When our genes evolve they don't throw away or trash the stuff that's no longer in use, correct? I mean, birds should have the "tooth" gene or "OMGYUSOBIG" gene in their pool somewhere, right?

Yes, but somewhat.

Inactive genes are not 'trashed' when they no longer function, they just sit there until a mutation occurs which may reactive them, for instance, birds do have the genes for teeth, commonly seen in 'throwback' chickens with a mutation which reactivated the gene, similarly, humans still have the genes for our tails.
But genes for size aren't necessarily a single gene.

(11-06-2015 01:57 PM)kingschosen Wrote:  If that's the case, how come we can't just artificially redirect those genes and re-engineer a living, breathing deinonychus... or a mammoth from elephants... or a amphicoelias from a... from a... wait a sec... oh. oh. Never mind about the sauropods.

Still. Question stands. How come?

We can artificially activate and deactive genes at our leisure, it a fairly common practice in genetic manipulation research.
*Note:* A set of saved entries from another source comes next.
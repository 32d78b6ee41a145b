"""Reading the files of a netlist: the one place of this room that touches the file system.

Includes are read only under the netlist's own folder and folders that the user allows (symbolic links resolved), with
limits on number, depth and size.
"""

from __future__ import annotations

import codecs
import hashlib
import os
from collections.abc import Sequence
from pathlib import Path

from msgspec import Struct, field
from msgspec.structs import replace

from tauledger.circuit import ReadingNote, fold
from tauledger.errors import Diagnostic, InputError, NetlistError
from tauledger.netlist.diagnostics import Site, visible
from tauledger.netlist.items import Word
from tauledger.netlist.lines import assemble
from tauledger.netlist.netlist import Card, Netlist, Script, SourceFile
from tauledger.netlist.runs import Run
from tauledger.netlist.sections import Call, library_call, no_such_section, take, words_behind
from tauledger.netlist.structure import structure

MOST_BYTES = 32 * 1024 * 1024
MOST_FILES = 200
MOST_NESTED_INCLUDES = 12
INCLUDES = (".include", ".incl", ".inc")


class _Reading(Struct):
    """What has been gathered so far; filled while files are read, in the order in which they are read."""

    folder: Path
    allowed: tuple[Path, ...] = ()
    files: list[SourceFile] = field(default_factory=list)
    cards: list[Card | Run] = field(default_factory=list)
    scripts: list[Script] = field(default_factory=list)
    faults: list[Diagnostic] = field(default_factory=list)
    notes: list[ReadingNote] = field(default_factory=list)
    digest: hashlib._Hash = field(default_factory=hashlib.sha256)
    size: int = 0


def read(path: str | Path, *, allow: Sequence[str | Path] = ()) -> Netlist:
    """Read a netlist and all that it includes.

    allow: folders beside the netlist's own from which files may be included.
    Raises InputError where the file itself cannot be used (missing, not text, too large) or a folder does not exist,
    NetlistError with up to 20 diagnostics where its cards cannot.
    """
    typed = str(path)
    main = Path(typed)
    data = _content(main, visible(typed), MOST_BYTES)
    reading = _Reading(folder=main.resolve().parent, allowed=tuple(map(_folder, allow)))
    text = _decoded(data, visible(typed))
    _take(reading, SourceFile(typed, text), data, start=1, above=((main.resolve(), ""),), section=None)
    netlist = structure(
        path=typed,
        title=_title(text.partition("\n")[0]),
        files=tuple(reading.files),
        cards=tuple(reading.cards),
        scripts=tuple(reading.scripts),
        faults=tuple(reading.faults),
    )
    return replace(netlist, sha256=reading.digest.hexdigest(), notes=tuple(reading.notes) + netlist.notes)


def _folder(path: str | Path) -> Path:
    folder = Path(path)
    if not folder.is_dir():
        raise InputError(f"{visible(str(path))} is not a folder", "files may be included from folders only")
    return folder.resolve()


def _take(
    reading: _Reading,
    source: SourceFile,
    data: bytes,
    *,
    start: int,
    above: tuple[tuple[Path, str], ...],
    section: Call | None,
) -> tuple[str, ...] | None:
    """Take one file into the reading, and depth first the files that it includes.

    above: this file and its includers, each with the section of it that is being read. section: which to take, None for
    what stands outside of sections. Gives the names of its sections where it does not have that one.
    """
    number = len(reading.files)
    reading.files.append(source)
    reading.digest.update(data)
    reading.size += len(data)
    assembled = assemble(source.text, file=number, path=source.path, start=start)
    taken = take(tuple(reading.files), assembled.cards, section.section.text if section else None)
    if taken.missing is not None:
        return taken.missing
    reading.scripts.extend(assembled.scripts)
    reading.faults.extend(assembled.faults)
    reading.faults.extend(taken.faults)
    for card in taken.cards:
        if isinstance(card, Run):
            reading.cards.append(card)
            continue
        call = library_call(card)
        if call is None and card.text.split(maxsplit=1)[0].lower() not in INCLUDES:
            reading.cards.append(card)
            continue
        try:
            _include(reading, card, number, above, call)
        except NetlistError as error:
            reading.faults.extend(error.diagnostics)
    return None


def _include(
    reading: _Reading, card: Card, number: int, above: tuple[tuple[Path, str], ...], call: Call | None
) -> None:
    site = Site(tuple(reading.files), card)
    name = call.file if call else _file_name(site)
    target, resolved = _found(reading, site, name, number, above[-1][0].parent)
    if not any(resolved.is_relative_to(folder) for folder in (reading.folder, *reading.allowed)):
        raise site.fault(
            name,
            "a file outside the netlist's own folder is not read",
            f"copy it under {visible(str(Path(reading.files[0].path).parent))}{os.sep}, "
            "or allow its folder with --allow-include",
        )
    key = (resolved, fold(call.section.text) if call else "")
    if key in above:
        raise site.fault(name, "this file includes itself", "take the .include out")
    if len(above) > MOST_NESTED_INCLUDES:
        raise site.fault(name, f"includes are nested more than {MOST_NESTED_INCLUDES} deep")
    if len(reading.files) >= MOST_FILES:
        raise site.fault(name, f"the netlist includes more than {MOST_FILES} files")
    try:
        data = _content(resolved, visible(target), MOST_BYTES - reading.size)
        text = _decoded(data, visible(target))
    except InputError as error:
        raise site.fault(name, error.message, error.hint) from error
    source = SourceFile(target, text, number, card.pieces[0].line)
    missing = _take(reading, source, data, start=0, above=(*above, key), section=call)
    if missing is not None:
        assert call is not None
        raise no_such_section(Site(tuple(reading.files), card), call, missing)


def _file_name(site: Site) -> Word:
    text = site.card.text
    directive = text.split(maxsplit=1)[0]
    words = words_behind(text)
    if not words or not words[0].text:
        raise site.fault(len(text), "the name of a file is missing", f'write {directive} "file"')
    if len(words) > 1:
        raise site.fault(words[1], "this is one too many", f'a name with blanks stands in quotes: {directive} "file"')
    return words[0]


def _found(reading: _Reading, site: Site, name: Word, number: int, folder: Path) -> tuple[str, Path]:
    """Find a file beside the one that includes it, else beside the netlist; give its name as typed and resolved."""
    spelt = name.text
    if spelt.startswith("~"):
        spelt = os.path.expanduser(spelt)  # noqa: PTH111 - Path.expanduser raises where there is no home
    places = [(Path(reading.files[number].path).parent, folder)]
    if folder != reading.folder:
        places.append((Path(reading.files[0].path).parent, reading.folder))
    found: list[tuple[str, Path]] = []
    for typed, real in places:
        resolved = _resolved(real / spelt)
        if resolved is not None:
            found.append((os.path.normpath(typed / spelt), resolved))
    if not found:
        shown = visible(os.path.normpath(places[0][0] / spelt))
        raise site.fault(name, f"there is no file {shown}")
    here = _resolved(Path.cwd() / spelt)
    others = [resolved for _, resolved in found[1:]] + ([here] if here is not None and here.is_file() else [])
    if any(other != found[0][1] for other in others):
        reading.notes.append(
            ReadingNote(
                site.where,
                f"{visible(name.text)} is read from the folder of the file that includes it; "
                "ngspice takes a file of that name in the folder in which it is started, if there is one",
            )
        )
    return found[0]


def _resolved(path: Path) -> Path | None:
    """Follow symbolic links; None where there is no such file."""
    try:
        return Path(os.path.normpath(path)).resolve(strict=True)
    except (OSError, RuntimeError, ValueError):
        return None


def _content(path: Path, shown: str, limit: int) -> bytes:
    try:
        if not path.is_file():
            problem = "is not a file" if path.exists() else "does not exist"
            raise InputError(f"{shown} {problem}")
        with path.open("rb") as stream:
            data = stream.read(limit + 1)
    except (OSError, ValueError) as error:
        reason = error.strerror if isinstance(error, OSError) and error.strerror else "not a usable name"
        raise InputError(f"{shown} cannot be read: {reason}") from error
    if len(data) > limit:
        raise InputError(
            f"{shown} is too large", f"a netlist with its includes has at most {MOST_BYTES // 1024 // 1024} MiB"
        )
    return data


def _decoded(data: bytes, shown: str) -> str:
    """Decode as UTF-8, else Latin-1; line feeds end the lines, alone or behind a carriage return, and nothing else."""
    if data.startswith((codecs.BOM_UTF16_LE, codecs.BOM_UTF16_BE)):
        raise InputError(f"{shown} is UTF-16 text", "save it as UTF-8")
    if b"\0" in data:
        raise InputError(f"{shown} is not a text file", "a netlist is plain text")
    if not data.strip():
        raise InputError(f"{shown} is empty", "the first line is the title, then one card per line")
    data = data.removeprefix(codecs.BOM_UTF8)
    try:
        text = data.decode("utf-8")
    except UnicodeDecodeError:
        text = data.decode("latin-1")
    return text.removesuffix("\n").replace("\r\n", "\n").removesuffix("\r")


def _title(line: str) -> str:
    """The first line, whatever it looks like, without comment star or the word .title; safe to print."""
    text = line.strip()
    text = text[6:] if text[:6].lower() == ".title" else text.lstrip("*")
    return visible(text).replace("\t", " ").strip()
The problems with essentially reverse engineering a species from a living ancestor is that we need to know which genes did what, and for an entire genome, that will take decades of research which may never get passed ethics boards.
The other problem with the genetic side is that , in most species anyway, the non-coding DNA (such as meaningless and left-over genes to which you refer KC) make up most of the genetic make up of the species, and thus are far more likely to fall victim to the constant random mutations which our DNA undergoes, so for the species and indeed even the individual which we use as our test-bed may have extensive damage to the genes important to the 'rebuild' species.

Non-genetically is that we'd need something sufficiently close to a dinosaur to be able to use it as the testbed to make one from. A chicken is probably not going to suffice as the egg with probably kill it (assuming we got everything else right).
Mammoths may be possible thanks to elephants, but it's a big risk for the elephant we'd have to use to birth the ReMammoth, again assuming we'd got it right.

Of course, if we had a complete example of the genome of the creature we want to replicate, that cuts half the problem: just use bacteria to make copies and insert the resultant duplicate into a zygote in the same way we'd do with the 'rebuilt genome' implied from the problems above.